# The wonderful North



## Bingo (Jan 25, 2008)

A up, a mate of mine's just asked me to help her with a project she's doin about people's best places or experiences in the mighty North!

Thought I'd give her a hand and stick it up on here, anyone got any ideas? 

ta


----------



## sojourner (Jan 25, 2008)

Yeh

Tell her to fuck off and do her own research


----------



## MrFalafel (Jan 25, 2008)

http://knowhere.co.uk/contents.html#area40


----------



## dessiato (Jan 25, 2008)

sojourner said:


> Yeh
> 
> Tell her to fuck off and do her own research





Tell her the best thing about the north is that it helps you to appreciate how much better the south is.


----------



## bodach (Jan 25, 2008)

You're nowhere near the north   North is up here ffs.


----------



## Roadkill (Jan 25, 2008)

dessiato said:


> Tell her the best thing about the north is that it helps you to appreciate how much better the south is.



I'd put that the other way around...


----------



## Fledgling (Feb 1, 2008)

dessiato said:


> Tell her the best thing about the north is that it helps you to appreciate how much better the south is.




Pah! I'll take genuine over better any day.


----------



## Annierak (Feb 1, 2008)

dessiato said:


> Tell her the best thing about the north is that it helps you to appreciate how much better the south is.

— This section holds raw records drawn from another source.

"""Every JSON document we read is checked against its shape at the door
(`shardtrain.documents`): wrong types, NaN, strings for numbers, missing keys, negative or
absurd sizes and deep nesting are one InputError naming the file and the key; through the
command line, exit status 2 and one line, no traceback.

The documents are the real outputs of our own commands, edited by hand as a user would
(the rule is the project's: validation at the door that names the parameter).
"""
from __future__ import annotations

import copy
import json
import re

import pytest
from helpers import depot_graph, save_graph

from shardtrain import documents
from shardtrain.cli import main
from shardtrain.errors import InputError

QUICK = ["--epochs", "2", "--hidden", "8", "--quiet", "--timeout", "20"]
W2 = ["--workers", "2", "--method", "random"]


@pytest.fixture(scope="module")
def docs(tmp_path_factory):
    d = tmp_path_factory.mktemp("docs")
    save_graph(d / "g.npz", depot_graph(n=160))
    save_graph(d / "other.npz", depot_graph(n=170, seed=8))
    assert main(["survey", str(d / "g.npz"), *W2, "--json", str(d / "s.json")]) == 0
    assert main(["forecast", str(d / "s.json"), "--flops-per-worker", "1e9", "--json",
                 str(d / "f.json")]) == 0
    assert main(["train", str(d / "g.npz"), *W2, *QUICK, "--json", str(d / "run.json"),
                 "--checkpoint", str(d / "ck")]) == 0
    assert main(["train", str(d / "other.npz"), "--reference", *QUICK, "--json",
                 str(d / "other_run.json")]) == 0
    from shardtrain.forecast.calibrate import from_flops
    (d / "cal.json").write_text(json.dumps(from_flops(1e9, "float32")))
    loaded = {kind: json.loads((d / name).read_text()) for kind, name in (
        ("survey", "s.json"), ("forecast", "f.json"), ("run", "run.json"),
        ("checkpoint", "ck/checkpoint.json"), ("calibration", "cal.json"))}
    return d, loaded


def test_our_own_documents_pass(docs):
    _, loaded = docs
    for kind, doc in loaded.items():
        assert documents.validate(copy.deepcopy(doc), kind, kind) == doc


def _set(path: str, value):
    """A mutation: set the value at a dotted path with [i] indices (or delete: ...)."""
    def mutate(doc):
        keys = re.findall(r"[^.\[\]]+", path)
        node = doc
        for k in keys[:-1]:
            node = node[int(k)] if isinstance(node, list) else node[k]
        last = int(keys[-1]) if isinstance(node, list) else keys[-1]
        if value is _DELETE:
            del node[last]
        else:
            node[last] = value
    return mutate


_DELETE = object()
NAN, INF = float("nan"), float("inf")

# (kind, mutation, regex of the message after "FILE: ")
BAD = [
    ("survey", _set("plans.0.workers", "2"),
     r"key plans\[0\]\.workers: must be an integer >= 1 and <= 1048576 \(got \"2\"\)"),
    ("survey", _set("plans.0.workers", 10 ** 30), r"key plans\[0\]\.workers: must be an int"),
    ("survey", _set("plans.0.shards.1.halo", -1),
     r"key plans\[0\]\.shards\[1\]\.halo: must be an integer >= 0 \(got -1\)"),
    ("survey", _set("plans.0.shards.0.owned", NAN), r"shards\[0\]\.owned: .*\(got NaN\)"),
    ("survey", _set("model.dtype", "float16"), r"key model\.dtype: must be one of"),
    ("survey", _set("plans.0.traffic", _DELETE), r"key plans\[0\]\.traffic: is missing"),
    ("survey", _set("plans.0.workers", 3), r"key plans\[0\]\.shards: must list workers 0\.\.2"),
    ("survey", _set("plans.0.traffic.pair_bytes", [[0, 1], [2]]),
     r"key plans\[0\]\.traffic\.pair_bytes: must be a 2-dimensional rectangular list"),
    ("survey", _set("plans", []), r"key plans: must have 1 to"),
    ("survey", _set("plans.0.traffic.allreduce_bytes_per_worker", [1]),
     r"key plans\[0\]\.traffic\.allreduce_bytes_per_worker: must be 2 \(workers is 2\)"),
    ("survey", _set("plans.0.imbalance.owned", "x"),
     r"key plans\[0\]\.imbalance\.owned: must be an object \(got \"x\"\)"),
    ("survey", _set("model.hops.0.layer", None), r"key model\.hops\[0\]\.layer: must be"),
    ("survey", _set("model.hops.0.d_in", True), r"key model\.hops\[0\]\.d_in: must be an int"),
    ("run", _set("epochs.1.epoch_s", -1),
     r"key epochs\[1\]\.epoch_s: must be a finite number >= 0 or null \(got -1\)"),
    ("run", _set("epochs.0.loss", "big"), r"key epochs\[0\]\.loss: must be a finite number"),
    ("run", _set("epochs.0.test_acc", 1.5), r"test_acc: must be a finite number >= 0 and <= 1"),
    ("run", _set("workers.0.bytes_sent", -5), r"key workers\[0\]\.bytes_sent: must be an int"),
    ("run", _set("graph.vertices", -1), r"key graph\.vertices: must be an integer >= 0"),
    ("forecast", _set("plans.0.link_gbps", 0), r"key plans\[0\]\.link_gbps: .* > 0"),
    ("forecast", _set("plans.0.epoch_s", NAN), r"key plans\[0\]\.epoch_s: .*\(got NaN\)"),
    ("forecast", _set("fastest.epoch_s", -INF), r"key fastest\.epoch_s: .*\(got -Infinity\)"),
    ("checkpoint", _set("epoch", -1), r"key epoch: must be an integer >= 1"),
    ("checkpoint", _set("epoch", "2"), r"key epoch: must be an integer"),
    ("checkpoint", _set("state_file", "../../etc/passwd"), r"key state_file: is not a valid"),
    ("checkpoint", _set("workers", NAN), r"key workers: must be an integer"),
    ("checkpoint", _set("dims.1.0", 99), r"key dims\[1\]: must take the width"),
    ("checkpoint", _set("settings", _DELETE), r"key settings: is missing"),
    ("checkpoint", _set("checkpoint_every", 0), r"key checkpoint_every: must be an integer"),
    ("calibration", _set("elementwise.bytes_per_s", INF),
     r"key elementwise\.bytes_per_s: must be a finite number > 0 \(got Infinity\)"),
    ("calibration", _set("dense.0.flops_per_s", "fast"), r"key dense\[0\]\.flops_per_s"),
]


@pytest.mark.parametrize("case", BAD, ids=[f"{c[0]} {c[2][:40]}" for c in BAD])
def test_a_bad_document_names_the_file_and_the_key(docs, case):
    kind, mutate, pattern = case
    doc = copy.deepcopy(docs[1][kind])
    mutate(doc)
    with pytest.raises(InputError) as err:
        documents.validate(doc, kind, "FILE.json")
    message = str(err.value)
    assert message.startswith("FILE.json: ") and "\n" not in message
    assert re.search(pattern, message), message


def test_nan_where_null_is_allowed_is_read_as_null(docs):
    doc = copy.deepcopy(docs[1]["run"])
    doc["epochs"][0]["loss"] = NAN
    doc["epochs"][0]["val_acc"] = INF
    out = documents.validate(doc, "run", "run.json")
    assert out["epochs"][0]["loss"] is None and out["epochs"][0]["val_acc"] is None


def test_parsing_is_bounded_in_depth_and_size(tmp_path, monkeypatch):
    deep = tmp_path / "deep.json"
    deep.write_text("[" * 200_000 + "]" * 200_000)       # would exhaust the parser's stack
    with pytest.raises(InputError, match=r"deep\.json: nested deeper than 64 levels"):
        documents.parse_json_file(deep)
    shallow_but_deep = tmp_path / "d2.json"
    shallow_but_deep.write_text('{"a":' + "[" * 80 + "]" * 80 + "}")
    with pytest.raises(InputError, match=r"nested deeper than 64"):
        documents.parse_json_file(shallow_but_deep)
    big = tmp_path / "big.json"
    big.write_text("[" + "0," * 600 + "0]")
    with pytest.raises(InputError, match=r"big\.json: 1,203 bytes, larger than"):
        documents.parse_json_file(big, max_bytes=1000)
    latin = tmp_path / "latin.json"
    latin.write_bytes(b'{"a": "\xe9"}')
    with pytest.raises(InputError, match=r"latin\.json:1: not a JSON file \(not UTF-8"):
        documents.parse_json_file(latin)


def _edit(src, dst, mutate):
    doc = json.loads(src.read_text())
    mutate(doc)
    dst.write_text(json.dumps(doc))
    return dst


def _cli_one_line(capsys, argv) -> str:
    capsys.readouterr()
    assert main([str(a) for a in argv]) == 2
    captured = capsys.readouterr()
    lines = captured.err.strip().splitlines()
    assert len(lines) == 1 and "Traceback" not in captured.err, captured.err
    assert captured.out == ""
    return lines[0]


def test_a_float16_survey_is_refused_before_any_timing(docs, tmp_path, capsys):
    """Before, the calibration's timing line came first: two lines on stderr."""
    d, _ = docs
    bad = _edit(d / "s.json", tmp_path / "s16.json", _set("model.dtype", "float16"))
    line = _cli_one_line(capsys, ["forecast", bad])
    assert re.search(r"s16\.json: key model\.dtype: must be one of 'float32', 'float64'", line)


def test_report_refuses_a_survey_and_a_run_of_different_graphs(docs, tmp_path, capsys):
    d, _ = docs
    line = _cli_one_line(capsys, ["report", d / "s.json", d / "other_run.json", "--html",
                                  tmp_path / "r.html"])
    assert re.search(r"other_run\.json: a run JSON of another graph than the survey JSON "
                     r"s\.json", line), line
    assert not (tmp_path / "r.html").exists()
    # the same graph under another seed (other split masks) is the same graph
    assert main(["train", str(d / "g.npz"), "--reference", *QUICK, "--seed", "7", "--json",
                 str(tmp_path / "seed7.json")]) == 0
    assert main(["report", str(d / "s.json"), str(tmp_path / "seed7.json"), "--html",
                 str(tmp_path / "ok.html")]) == 0


@pytest.mark.parametrize("mutation, pattern", [
    (_set("epoch", -1), r"checkpoint\.json: key epoch: must be an integer >= 1"),
    (_set("workers", "two"), r"checkpoint\.json: key workers: must be an integer"),
    (_set("dims", {"a": 1}), r"checkpoint\.json: key dims: must be a list"),
])
def test_a_hand_edited_checkpoint_index_is_one_line(docs, tmp_path, capsys, mutation,
                                                     pattern):
    import shutil

    d, _ = docs
    ck = tmp_path / "ck"
    shutil.copytree(d / "ck", ck)
    _edit(ck / "checkpoint.json", ck / "checkpoint.json", mutation)
    line = _cli_one_line(capsys, ["train", d / "g.npz", *W2, *QUICK, "--epochs", "4",
                                  "--resume", ck])
    assert re.search(pattern, line), line


def test_report_refuses_a_run_with_a_negative_epoch_time(docs, tmp_path, capsys):
    d, _ = docs
    bad = _edit(d / "run.json", tmp_path / "bad_run.json", _set("epochs.1.epoch_s", -1))
    line = _cli_one_line(capsys, ["report", bad, "--html", tmp_path / "r.html"])
    assert re.search(r"bad_run\.json: key epochs\[1\]\.epoch_s: must be a finite number "
                     r">= 0 or null \(got -1\)", line), line
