"""Faults: a dead, failing, silent or lying worker ends the run at once with its name, its
exit status or signal and its last phase; nothing survives; checkpoints stay readable and a
resumed run ends with the uninterrupted run's weights bit for bit (float64).

Sources of truth: the uninterrupted run itself (same code, same shards), and the exact
arithmetic of IEEE float64: the resumed run repeats the very same operations in the same
order, so its weights must be identical, not merely close (common practice for
deterministic checkpointing). The 5 s detection bound is issue 4's; it is a generous
bound measured here, the figures themselves come from the benchmark-free report.
Faults are injected with the test-only `shardtrain.testing.faults` hook.
"""
from __future__ import annotations

import json
import multiprocessing
import os
import signal
import subprocess
import sys
import time
import uuid

import numpy as np
import pytest
from helpers import depot_graph, processes_with_token, save_graph

from shardtrain.errors import RunError
from shardtrain.plan.shards import build_shards, save_shards
from shardtrain.testing import faults
from shardtrain.train import checkpoint as ck
from shardtrain.train import model
from shardtrain.train.coordinator import train_partitioned
from shardtrain.train.settings import TrainSettings

K = 3
SETTINGS = TrainSettings(layers=2, hidden=8, dropout=0.5, lr=0.01, weight_decay=5e-4,
                         epochs=5, seed=5, dtype="float64", bias=True)
DETECT_S = 5.0               # issue 4: a death is noticed within 5 s


# ---------------------------------------------------------------- processes, from /proc

def _proc_table() -> dict[int, tuple[int, str]]:
    """pid -> (parent pid, state) of every live process (psutil-free)."""
    table = {}
    for name in os.listdir("/proc"):
        if not name.isdigit():
            continue
        try:
            with open(f"/proc/{name}/stat") as fh:
                rest = fh.read().rsplit(")", 1)[1].split()
        except OSError:
            continue
        table[int(name)] = (int(rest[1]), rest[0])
    return table


def worker_processes() -> list[int]:
    """Live (non-zombie) grandchildren of this process: the workers, which the forkserver
    (a child of ours) forks. The forkserver and resource tracker themselves are helpers."""
    table = _proc_table()
    children = {pid for pid, (ppid, _) in table.items() if ppid == os.getpid()}
    return [pid for pid, (ppid, state) in table.items() if ppid in children and state != "Z"]


def assert_no_worker_survives():
    deadline = time.monotonic() + 3.0
    while worker_processes() and time.monotonic() < deadline:
        time.sleep(0.05)
    assert worker_processes() == []
    assert multiprocessing.active_children() == []


# ---------------------------------------------------------------- runs

@pytest.fixture(scope="module")
def shard_dir(tmp_path_factory):
    g = depot_graph(n=200)
    path = tmp_path_factory.mktemp("faults") / "shards"
    save_shards(path, build_shards(g, np.arange(g.num_vertices) % K, K),
                meta={"method": "test", "seed": 0})
    return path


@pytest.fixture(scope="module")
def uninterrupted(shard_dir):
    return model.params_to_arrays(train_partitioned(shard_dir, SETTINGS, timeout_s=10).params)


def plan_for(shard_dir, folder, every=2) -> dict:
    identity = ck.run_identity(SETTINGS, workers=K, dims=[(24, 8), (8, 4)],
                               graph_fingerprint=None,
                               shards_fingerprint=ck.shard_dir_fingerprint(shard_dir))
    return {"folder": str(folder), "every": every, "identity": identity}


def run_fault(shard_dir, spec: str, tmp_path, **kw):
    """Run with the fault; returns (RunError message, seconds from the fault to the error)."""
    stamp = tmp_path / "stamp"
    with pytest.raises(RunError) as info:
        train_partitioned(shard_dir, SETTINGS, fault=faults.parse(spec, stamp=str(stamp)),
                          **{"timeout_s": 10, **kw})
    noticed = time.time()
    return str(info.value), noticed - float(stamp.read_text())


def assert_bit_equal(got: dict, want: dict):
    assert sorted(got) == sorted(want)
    for name in want:
        assert got[name].dtype == want[name].dtype == np.float64
        assert np.array_equal(got[name], want[name]), name     # bit for bit, not approx


# ---------------------------------------------------------------- a worker killed (SIGKILL)

@pytest.mark.parametrize("spec, phase", [
    ("1@epoch 4 forward exchange, layer 1=kill", "epoch 4 forward exchange, layer 1"),
    ("2@epoch 4 backward exchange=kill", "epoch 4 backward exchange, layer"),
    ("1@epoch 4 all-reduce=kill", "epoch 4 all-reduce"),
    ("0@epoch 4 checkpoint write, index not yet renamed=kill",
     "epoch 4 checkpoint write, index not yet renamed"),
], ids=["forward", "backward", "allreduce", "checkpoint-write"])
def test_killed_worker_is_named_and_resume_is_bit_exact(shard_dir, uninterrupted, tmp_path,
                                                        spec, phase):
    folder = tmp_path / "ck"
    message, seconds = run_fault(shard_dir, spec, tmp_path,
                                 checkpoint=plan_for(shard_dir, folder))
    who = spec.split("@")[0]
    assert message.startswith(f"worker {who} died (killed by signal SIGKILL) during {phase}")
    assert seconds < DETECT_S, seconds
    assert_no_worker_survives()
    # the checkpoint of epoch 2 survived (also the one interrupted mid-write at epoch 4)
    saved = ck.read_checkpoint(folder)
    assert saved.epoch == 2 and saved.doc["random_stream"]["next_epoch"] == 3
    resumed = train_partitioned(shard_dir, SETTINGS, timeout_s=10, resume=saved,
                                checkpoint=plan_for(shard_dir, folder))
    assert [e["epoch"] for e in resumed.epochs] == [3, 4, 5]
    assert resumed.traffic["measured_payload_bytes"] == \
        resumed.traffic["predicted_payload_bytes"]
    assert_bit_equal(model.params_to_arrays(resumed.params), uninterrupted)
    assert ck.read_checkpoint(folder).epoch == 5
    assert sorted(p.name for p in folder.iterdir()) == ["checkpoint.json", "state-000005.npz"]


# ---------------------------------------------------------------- other faults

@pytest.mark.parametrize("spec, pattern", [
    ("1@epoch 2 compute=raise",
     r"^worker 1 failed during epoch 2 compute: RuntimeError: injected fault"),
    ("2@epoch 2 backward exchange=exit",
     r"^worker 2 died \(exit status 7\) during epoch 2 backward exchange"),
    ("1@epoch 2 forward exchange, layer 0=hang",
     r"^worker [02] failed during epoch 2 forward exchange, layer 0: RunError: timed out "
     r"after 1 s waiting for worker 1 \(halo forward, layer 0, epoch 2\)"),
    ("1@epoch 2 forward exchange, layer 0=corrupt:truncated",
     r"^worker [02] failed during .*: FrameError: frame from worker 1: truncated after 2 of "
     r"4 length-prefix bytes"),
    ("1@epoch 2 forward exchange, layer 0=corrupt:oversized",
     r"^worker [02] failed during .*: FrameError: frame from worker 1: payload of \d+ bytes "
     r"exceeds the limit of 65536 bytes"),
    ("1@epoch 2 forward exchange, layer 0=corrupt:kind",
     r"^worker [02] failed during .*: FrameError: frame from worker 1: expected kind 'halo', "
     r"got 'bogus'"),
    ("1@epoch 2 forward exchange, layer 0=corrupt:source",
     r"^worker [02] failed during .*: FrameError: frame from worker 1: header names worker 2 "
     r"as its source"),
], ids=["exception", "exit", "timeout", "truncated", "oversized", "wrong-kind",
        "wrong-peer"])
def test_failures_are_one_clear_error(shard_dir, tmp_path, spec, pattern):
    import re

    deadline = 1.0 if spec.endswith("=hang") else 5.0   # only the hang waits for it
    message, seconds = run_fault(shard_dir, spec, tmp_path, timeout_s=deadline,
                                 max_frame_bytes=1 << 16)
    assert re.search(pattern, message), message
    assert "\n" not in message
    assert seconds < DETECT_S + 1.0, seconds          # + the 1 s receive deadline of a hang
    assert_no_worker_survives()


def test_slow_worker_makes_the_others_wait(shard_dir):
    # common practice: a straggler's delay shows as the others' wait at the exchanges
    run = train_partitioned(shard_dir, SETTINGS, timeout_s=10, slow={1: 20.0})
    rows = {w["worker"]: w for w in run.workers}
    assert rows[1]["compute_s"] > 3 * max(rows[0]["compute_s"], rows[2]["compute_s"])
    assert min(rows[0]["wait_s"], rows[2]["wait_s"]) > rows[1]["wait_s"]


def test_resume_refuses_a_contradicting_run(shard_dir, tmp_path):
    from shardtrain.errors import InputError

    folder = tmp_path / "ck"
    train_partitioned(shard_dir, SETTINGS, timeout_s=10, checkpoint=plan_for(shard_dir, folder,
                                                                             every=5))
    saved = ck.read_checkpoint(folder)
    identity = plan_for(shard_dir, folder)["identity"]
    with pytest.raises(InputError, match=r"^epochs 5: the checkpoint .* already at epoch 5"):
        ck.check_resumable(saved, identity, epochs=5)     # the parameter; the CLI: --epochs
    other = {**identity, "shards_fingerprint": "0" * 16}
    with pytest.raises(InputError, match=r"^GRAPH: a different shard layout from the checkpoint's"):
        ck.check_resumable(saved, other, epochs=9)
    # a tampered state file is refused by its checksum
    state = folder / saved.doc["state_file"]
    data = bytearray(state.read_bytes())
    data[len(data) // 2] ^= 0xFF
    state.write_bytes(bytes(data))
    with pytest.raises(InputError, match=r"state-000005\.npz: contents differ from the SHA-256"):
        ck.read_checkpoint(folder)


# ---------------------------------------------------------------- Ctrl-C / SIGTERM on the CLI

@pytest.fixture(scope="module")
def graph_file(tmp_path_factory):
    path = tmp_path_factory.mktemp("g") / "depots.npz"
    save_graph(path, depot_graph(n=200))
    return path


CLI = ["--workers", "2", "--method", "random", "--epochs", "6", "--dtype", "float64",
       "--hidden", "8", "--quiet", "--timeout", "30"]


def _cli(*args, env=None, **kw):
    return subprocess.Popen([sys.executable, "-m", "shardtrain", *map(str, args)],
                            stdout=subprocess.PIPE, stderr=subprocess.PIPE, text=True,
                            env={**os.environ, **(env or {})}, **kw)


def _wait_for_checkpoint(folder, epoch: int, proc, limit_s: float = 60.0):
    deadline = time.monotonic() + limit_s
    while time.monotonic() < deadline:
        try:
            if json.loads((folder / ck.INDEX).read_text())["epoch"] >= epoch:
                return
        except (OSError, ValueError, KeyError):
            pass
        assert proc.poll() is None, proc.communicate()
        time.sleep(0.05)
    raise AssertionError("no checkpoint appeared")


@pytest.mark.slow
@pytest.mark.parametrize("how", ["SIGINT to the group", "SIGTERM"])
def test_interrupt_keeps_the_checkpoint_and_resume_is_bit_exact(graph_file, tmp_path, how):
    full = _cli("train", graph_file, *CLI, "--weights", tmp_path / "full.npz")
    folder = tmp_path / "ck"
    token = uuid.uuid4().hex
    # worker 0 pauses in epoch 3, after the checkpoint of epoch 2: the signal lands mid-run
    env = {faults.ENV: "0@epoch 3 compute=pause:30", "SHARDTRAIN_TEST_TOKEN": token}
    run = _cli("train", graph_file, *CLI, "--checkpoint", folder, "--checkpoint-every", "1",
               env=env, start_new_session=True)
    _wait_for_checkpoint(folder, 2, run)
    if how == "SIGTERM":
        run.send_signal(signal.SIGTERM)
    else:                        # a terminal's Ctrl-C reaches every process of the group
        os.killpg(run.pid, signal.SIGINT)
    _, err = run.communicate(timeout=30)
    assert run.returncode == 4, err
    lines = err.strip().splitlines()
    assert len(lines) == 1 and "Traceback" not in err, err
    assert f"--resume {folder}" in lines[0] and "epoch 2" in lines[0], lines[0]
    deadline = time.monotonic() + 5.0
    while processes_with_token(token) and time.monotonic() < deadline:
        time.sleep(0.05)
    assert processes_with_token(token) == []
    assert ck.read_checkpoint(folder).epoch == 2

    resumed = _cli("train", graph_file, *CLI, "--resume", folder, "--weights",
                   tmp_path / "resumed.npz", "--json", tmp_path / "run.json")
    assert resumed.wait(120) == 0, resumed.communicate()
    assert full.wait(120) == 0, full.communicate()
    with np.load(tmp_path / "full.npz", allow_pickle=False) as a, \
            np.load(tmp_path / "resumed.npz", allow_pickle=False) as b:
        assert_bit_equal(dict(b), dict(a))
    doc = json.loads((tmp_path / "run.json").read_text())
    assert doc["resumed_from"]["epoch"] == 2 and [e["epoch"] for e in doc["epochs"]] == \
        [3, 4, 5, 6]


def test_corrupt_frame_through_the_cli_is_one_line_exit_3(graph_file, tmp_path):
    env = {faults.ENV: "1@epoch 2 forward exchange, layer 0=corrupt:oversized"}
    run = _cli("train", graph_file, *CLI, "--timeout", "2", "--max-frame-bytes", "100000",
               env=env)
    _, err = run.communicate(timeout=60)
    assert run.returncode == 3, err
    lines = err.strip().splitlines()
    assert len(lines) == 1 and "Traceback" not in err, err
    assert "frame from worker 1: payload of" in lines[0]
    assert "exceeds the limit of 100000 bytes" in lines[0]
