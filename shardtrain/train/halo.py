"""Â_P's products on one shard over a transport: the halo kernels of a worker.

Per layer, the model calls two closures built here from the shard (see the layout CONTRACT
in `shardtrain/plan/shards.py`) and the transport:
- propagate(l, M): send M[send_to(q)] to every peer q, receive q's rows straight into
  their slice of a preallocated M_halo buffer, return Â_P [M; M_halo] (computed as
  A_oo M + A_oh M_halo, see HaloOps);
- propagate_t(l, G): Â_Pᵀ G has a row per owned AND halo column; the halo rows belong to
  their owners, so send (A_ohᵀ G)[halo_from(q)] back to q and add what each peer sends for
  my send rows at send_to(q) (indices are unique per peer) to A_ooᵀ G.
Under a halo scheme (`plan.schemes.HaloScheme`, not exact) the TRAINING exchanges go
through `_scheme_forward` / `_scheme_backward`: only the halo rows the receiver keeps this
epoch cross the wire (the sender derives them from the receiver's key), kept halo columns
are scaled by 1/P, and rows travel in the scheme's wire format (`train.compress`). The
evaluation forward is always the exact exchange.
Under a stale scheme (`HaloScheme.stale`, PipeGCN; definition in `plan/schemes.py`) the
training exchanges go through `_stale_forward` / `_stale_backward`: epoch t's rows leave
with `exchange_start` as soon as they are computed and the handle is waited for when epoch
t+1 needs them; epoch t computes with the rows epoch t-1 sent (the first epoch exchanges
synchronously and keeps its rows for the next). `finish()` waits for the last epoch's.
Every stale product first calls `done()` on the outstanding handles (`_poll`): under MPI a
large message moves only while the library is entered, so this lets it progress between
the model's kernels (setting MPIR_CVAR_ASYNC_PROGRESS=1 in mpich's environment gives it a
thread of its own instead).
"""
from __future__ import annotations

from typing import Callable

import numpy as np
import scipy.sparse as sp

from shardtrain.compat import add_csr_product
from shardtrain.plan.schemes import HaloScheme, halo_keep_mask, keep_epoch_used, keep_scale
from shardtrain.train import compress
from shardtrain.transport.base import Transport
from shardtrain.transport.wire import KIND_HALO

FORWARD, BACKWARD, EVAL = "forward", "backward", "eval"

yeah you have a point there...i mean, the South is miles better with it's friendliness and humour, i for one can't wait to go there again. My ARSE


----------



## Fledgling (Feb 1, 2008)

They don't even do chips with curry _and_ gravy _and_ mushy peas down there. It's oppressive.


----------



## Annierak (Feb 1, 2008)

Fledgling said:


> They don't even do chips with curry _and_ gravy _and_ mushy peas down there. It's oppressive.


 I know! You should have seen the look i got when i asked for chips and gravy! Oh and don't ever ask for a muffin or barm cake cos' they think you've gone mental


----------



## panpete (Feb 13, 2008)

Bingo said:


> A up, a mate of mine's just asked me to help her with a project she's doin about people's best places or experiences in the mighty North!
> 
> Thought I'd give her a hand and stick it up on here, anyone got any ideas?
> 
> ta



The south gere (sp) near Redcar.

Seriously. 
It's a very odd and trippy place.
It would be interesting to hear what others say.
(from someone who has moved away from the north, but knows theres cool places there)


----------



## mauvais (Feb 13, 2008)

Question: has this mate of yours actually _been _there?


----------



## panpete (Feb 13, 2008)

Annierak said:


> I know! You should have seen the look i got when i asked for chips and gravy! Oh and don't ever ask for a muffin or barm cake cos' they think you've gone mental



hahahahahahah @ southern chippies looking at us like aliens when we ask for gravy with chips. The chippies are better up there, its gotta be said.


----------



## chio (Feb 14, 2008)

Bingo said:


> A up, a mate of mine's just asked me to help her with a project she's doin about people's best places or experiences in the mighty North!
> 
> Thought I'd give her a hand and stick it up on here, anyone got any ideas?
> 
> ta



"Places and experiences in the North" sounds like the world's most vague project


----------



## Annierak (Feb 14, 2008)

impludo said:


> hahahahahahah @ southern chippies looking at us like aliens when we ask for gravy with chips. The chippies are better up there, its gotta be said.


I'm not a big chip eater myself but i have to say that the north does give good chip


----------



## harticus (Feb 24, 2008)

Please do not big up the north to the southerners, we dont want any more of em up ere.


----------



## cyberfairy (Feb 24, 2008)

http://www.williamsonpark.com/


----------



## mauvais (Feb 24, 2008)

That's the best thing about Lancaster. I hope you've been to some of the Dukes open air stuff -  beyond  itself.


----------



## cyberfairy (Feb 24, 2008)

mauvais said:


> That's the best thing about Lancaster. I hope you've been to some of the Dukes open air stuff -  beyond  itself.



Saw some fab puppetry at Dukes but not open air...You welcome to crash anytime you fancy coming here btw


----------



## mauvais (Feb 24, 2008)

The Dukes open air plays really are a must see! They don't do them every single year but they're usually annual, been going for maybe 20 years. If you look around the park now you'll find weird little arenas - they're for the plays, which move around the park for every scene with the audience following them about. I've seen some ace ones - Wind in the Willows used the Memorial as Toad Hall, with Toad abseiling down on sheets. You have to go!


----------



## cyberfairy (Feb 24, 2008)

mauvais said:


> The Dukes open air plays really are a must see! They don't do them every single year but they're usually annual, been going for maybe 20 years. If you look around the park now you'll find weird little arenas - they're for the plays, which move around the park for every scene with the audience following them about. I've seen some ace ones - Wind in the Willows used the Memorial as Toad Hall, with Toad abseiling down on sheets. You have to go!



They had Shakespeare last year in a little hollow but missed it


----------